* Work to be completed: Search the records for the word "recordings" and report each line that has it.

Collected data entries
// What every bench section shares: a scratch folder, quern and the numpy/scipy peer run in fresh processes, and the table rows.
import { execFile, execFileSync, spawnSync } from 'node:child_process';
import { copyFileSync, mkdirSync, mkdtempSync, readdirSync, symlinkSync } from 'node:fs';
import { tmpdir } from 'node:os';
import { dirname, join } from 'node:path';
import { fileURLToPath } from 'node:url';
import { median } from '../stages/dsp/median.js';

export interface Measurement { seconds: number; samples: number; peakRssMB: number; scipy?: string }
/** `seconds` is the run inside the process; `wallSeconds` the whole process (start-up included; bench/measure.ts is bundled
 *  like the command, but leaves out parsing the command line, some 0.03 s: `command` times the command line itself);
 *  `cpuSeconds` the processor time of every thread of the process (workers, V8's compiler and collector threads);
 *  `reduceSeconds` the reduce phase alone (workers started, recordings read and reduced; no start-up, declaration or writing). */
export type QuernMeasurement = Measurement & { cpuSeconds: number; recomputed: number; reused: number; recordings: number; wallSeconds: number; reduceSeconds: number };

export const here = dirname(fileURLToPath(import.meta.url));
export const repo = join(here, '..', '..');
export const work = mkdtempSync(join(tmpdir(), 'quern-bench-'));
export const say = (s: string) => process.stdout.write(s + '\n');

/** One run of quern in a fresh process (bench/measure.ts), so peak RSS is this run's alone; a fresh output folder unless one is given. */
export function quern(archive: string, jobs: number, out = join(work, `out-${Math.random()}`), since?: string, nodeOptions: string[] = []): QuernMeasurement {
  const t0 = performance.now();
  return measured(execFileSync(process.execPath, [...nodeOptions, join(here, 'measure.js'), archive, out, String(jobs), ...(since ? [since] : [])], { encoding: 'utf8', maxBuffer: 1 << 26 }), t0);
}

/** bench/measure.ts's figures (its last line), with the whole process's time from `t0`. */
const measured = (text: string, t0: number): QuernMeasurement => ({ ...JSON.parse(text.trim().split('\n').pop()!), wallSeconds: (performance.now() - t0) / 1000 });

/** Like `quern`, in a child process run beside others (the caller starts several and awaits them together). */
function quernBeside(archive: string, out: string): Promise<QuernMeasurement> {
  const t0 = performance.now();
  return new Promise((resolve, reject) => execFile(process.execPath, [join(here, 'measure.js'), archive, out, '1'], { encoding: 'utf8', maxBuffer: 1 << 26 }, (e, text) => {
    if (e) reject(e);
    else resolve(measured(text, t0));
  }));
}

/**
 * The ceiling of separate quern processes for `parts` workers: the archive's recordings dealt into `parts` archives (links
 * to the same files, the same declaration), each reduced by a one-worker quern alone, then all at once in separate
 * processes that share nothing but the machine. They slow each other down through what the cores share (caches, memory
 * bandwidth, on a virtual machine whatever the host shares) and through each process's own helper threads (V8's compiler
 * and collector, the main thread), which a one-worker run has a spare core for when alone. `arithmeticCeiling` measures
 * the machine without the second cause. Returns the reduce phases' speed-up (their sum alone against the longest side by
 * side), the median over `rounds`.
 */
export async function sideBySideCeiling(archive: string, parts: number, rounds = 3): Promise<string> {
  const wavs = readdirSync(archive).filter((f) => f.endsWith('.wav')).sort();
  const dirs = Array.from({ length: parts }, (_, k) => {
    const dir = join(work, `part-${k}-of-${parts}-${Math.random()}`);
    mkdirSync(dir);
    copyFileSync(join(archive, 'archive.yaml'), join(dir, 'archive.yaml'));
    wavs.filter((_, i) => i % parts === k).forEach((f) => symlinkSync(join(archive, f), join(dir, f)));
    return dir;
  });
  const fresh = () => join(work, `out-${Math.random()}`);
  const ratios: number[] = [];
  for (let r = 0; r < rounds; r++) {
    const alone = dirs.map((d) => quern(d, 1).reduceSeconds);
    const together = (await Promise.all(dirs.map((d) => quernBeside(d, fresh())))).map((m) => m.reduceSeconds);
    ratios.push(alone.reduce((a, b) => a + b, 0) / Math.max(...together));
  }
  return `separate processes' ceiling: ${parts} one-worker runs on ${parts} parts of the archive, each alone and then side by side in separate processes, reduce ${median(Float64Array.from(ratios)).toFixed(2)}× as fast side by side as one after the other (median of ${rounds}: ${ratios.map((x) => `${x.toFixed(2)}×`).join(', ')})`;
}

/** One single-threaded loop of floating-point arithmetic over 256 KB, its own seconds (no start-up): it allocates nothing after its start. */
const ARITHMETIC = `const a = new Float64Array(1 << 15); for (let i = 0; i < a.length; i++) a[i] = Math.sin(i);
let s0 = 0, s1 = 0, s2 = 0, s3 = 0; const t0 = performance.now();
for (let r = 0; r < 12000; r++) for (let i = 0; i < a.length; i += 4) { s0 += a[i] * a[i]; s1 += a[i + 1] * a[i + 1]; s2 += a[i + 2] * a[i + 2]; s3 += a[i + 3] * a[i + 3]; }
process.stdout.write(String((performance.now() - t0) / 1000 + 0 * (s0 + s1 + s2 + s3)));`;

const arithmetic = (): Promise<number> => new Promise((resolve, reject) => execFile(process.execPath, ['-e', ARITHMETIC], { encoding: 'utf8' }, (e, text) => (e ? reject(e) : resolve(Number(text)))));

/**
 * The machine's own ceiling for `parts` busy cores: `parts` single-threaded arithmetic loops (nothing else running in their
 * processes) one after the other, then side by side. What separate quern processes lose beyond this is theirs.
 */
export async function arithmeticCeiling(parts: number, rounds = 5): Promise<string> {
  const ratios: number[] = [];
  for (let r = 0; r < rounds; r++) {
    let alone = 0;
    for (let k = 0; k < parts; k++) alone += await arithmetic();
    const together = await Promise.all(Array.from({ length: parts }, () => arithmetic()));
    ratios.push(alone / Math.max(...together));
  }
  return `the machine's own ceiling: ${parts} single-threaded arithmetic loops run ${median(Float64Array.from(ratios)).toFixed(2)}× as fast side by side as one after the other (median of ${rounds}: ${ratios.map((x) => `${x.toFixed(2)}×`).join(', ')})`;
}

/** quern's command line itself, as a user runs it (bench/measure.ts skips parsing the command line): its whole-command seconds. */
export function command(args: string[]): number {
  const t0 = performance.now();
  const r = spawnSync(process.execPath, [join(repo, 'dist', 'pipeline', 'cli.js'), ...args], { stdio: 'ignore' });
  const seconds = (performance.now() - t0) / 1000;
  if (r.status !== 0) throw new Error(`bench: quern ${args.join(' ')} exited with ${r.status}`);
  return seconds;
}

/** Node starting and stopping with nothing to run, in seconds: the floor under any command's time. */
export function nodeAlone(): number {
  const t0 = performance.now();
  spawnSync(process.execPath, ['-e', '0'], { stdio: 'ignore' });
  return (performance.now() - t0) / 1000;
}

/** Repeated timings in seconds: their median, and it with the least and the most as text. */
export function spread(seconds: number[]): { median: number; text: string } {
  const m = median(Float64Array.from(seconds));
  return { median: m, text: `median ${m.toFixed(3)} s of ${seconds.length} (${Math.min(...seconds).toFixed(3)}–${Math.max(...seconds).toFixed(3)} s)` };
}

/** The numpy/scipy peer, where Debian's python3 with scipy is installed. */
export function peer(archive: string, scale: number): Measurement | null {
  const python = ['/usr/bin/python3', 'python3'].find((p) => spawnSync(p, ['-c', 'import scipy'], { stdio: 'ignore' }).status === 0);
  if (!python) return null;
  const t0 = performance.now();
  const r = spawnSync(python, [join(repo, 'bench', 'peer.py'), archive, String(scale)], { encoding: 'utf8' });
  const seconds = (performance.now() - t0) / 1000;
  if (r.status !== 0) { say(`peer failed: ${r.stderr.trim().split('\n').pop()}`); return null; }
  return { ...JSON.parse(r.stdout.trim().split('\n').pop()!), seconds };
}

export const row = (label: string, m: Measurement) =>
  `  ${label.padEnd(46)} ${(m.samples / 1e6).toFixed(0).padStart(5)} M samples ${m.seconds.toFixed(2).padStart(7)} s ${(m.samples / m.seconds / 1e6).toFixed(2).padStart(7)} M samples/s ${m.peakRssMB.toFixed(0).padStart(6)} MB peak RSS`;

/** The reduce phase alone (the workers' part, from run.json's timings) against the rest of the run, which one thread does. */
export function reducePhaseScaling(one: QuernMeasurement, many: QuernMeasurement, jobs: number): string {
  const rest = (m: QuernMeasurement) => m.wallSeconds - m.reduceSeconds;
  return `the reduce phase alone: ${one.reduceSeconds.toFixed(2)} s on one worker, ${many.reduceSeconds.toFixed(2)} s on ${jobs}: ${(one.reduceSeconds / many.reduceSeconds).toFixed(2)}×; the rest of the command (start, declarations, scan, tables and reports) ${rest(one).toFixed(2)} s and ${rest(many).toFixed(2)} s`;
}

/**
 * The reduce phase's scaling the whole command would need for `target`× (the target of the two-worker line), the rest of
 * each command (start, declarations, scan, tables and reports) as measured: what one thread does limits the whole.
 */
export function neededReduceScaling(one: QuernMeasurement, many: QuernMeasurement, jobs: number, target = 1.85): string {
  const rest = many.wallSeconds - many.reduceSeconds, allowed = one.wallSeconds / target - rest;
  const need = allowed > 0 ? one.reduceSeconds / allowed : Infinity;
  const head = `for ${target.toFixed(2)}× as a whole command with these rests, the reduce phase would need`;
  return need <= jobs ? `${head} ${need.toFixed(2)}× on ${jobs} cores` : `${head} ${Number.isFinite(need) ? `${need.toFixed(2)}×, more than ${jobs} cores can give` : 'to take no time at all'}`;
}

/**
 * `jobs` workers against one, whole commands and the reduce phase alone, as the median over pairs run one after the other
 * (the given pair, then `pairs` − 1 more: one worker, then `jobs`, and again): on a shared machine a single pair swings by a
 * tenth either way as the machine speeds up or slows down between its two runs.
 */
export function pairedScaling(one: QuernMeasurement, many: QuernMeasurement, archive: string, jobs: number, pairs = 3): string {
  const whole = [one.wallSeconds / many.wallSeconds], reduce = [one.reduceSeconds / many.reduceSeconds];
  for (let i = 1; i < pairs; i++) {
    const a = quern(archive, 1), b = quern(archive, jobs);
    whole.push(a.wallSeconds / b.wallSeconds);
    reduce.push(a.reduceSeconds / b.reduceSeconds);
  }
  const text = (r: number[]) => `${median(Float64Array.from(r)).toFixed(2)}× (pairs: ${r.map((x) => `${x.toFixed(2)}×`).join(', ')})`;
  return `median of ${pairs} alternating pairs: ${text(whole)} whole command; the reduce phase alone ${text(reduce)}`;
}

/**
 * How fast `threads` workers could run at best, from the one-worker run: its processor time (every thread) shared out
 * evenly over the cores, against its wall time. A one-worker run that already keeps more than one core busy (the main
 * thread, V8's compiler and collector threads beside the worker) leaves less than a core's worth for a second worker.
 */
export function scalingCeiling(one: QuernMeasurement, cores: number): string {
  const busy = one.cpuSeconds / one.wallSeconds;
  return `--jobs 1 keeps ${busy.toFixed(2)} cores busy on average (${one.cpuSeconds.toFixed(2)} s of processor time in ${one.wallSeconds.toFixed(2)} s): on ${cores} cores, any number of workers doing the same work can run at most ${(Math.min(cores, cores / busy)).toFixed(2)}× as fast`;
}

* Result of the task:
 *  `reduceSeconds` the reduce phase alone (workers started, recordings read and reduced; no start-up, declaration or writing). */
export type QuernMeasurement = Measurement & { cpuSeconds: number; recomputed: number; reused: number; recordings: number; wallSeconds: number; reduceSeconds: number };
 * The ceiling of separate quern processes for `parts` workers: the archive's recordings dealt into `parts` archives (links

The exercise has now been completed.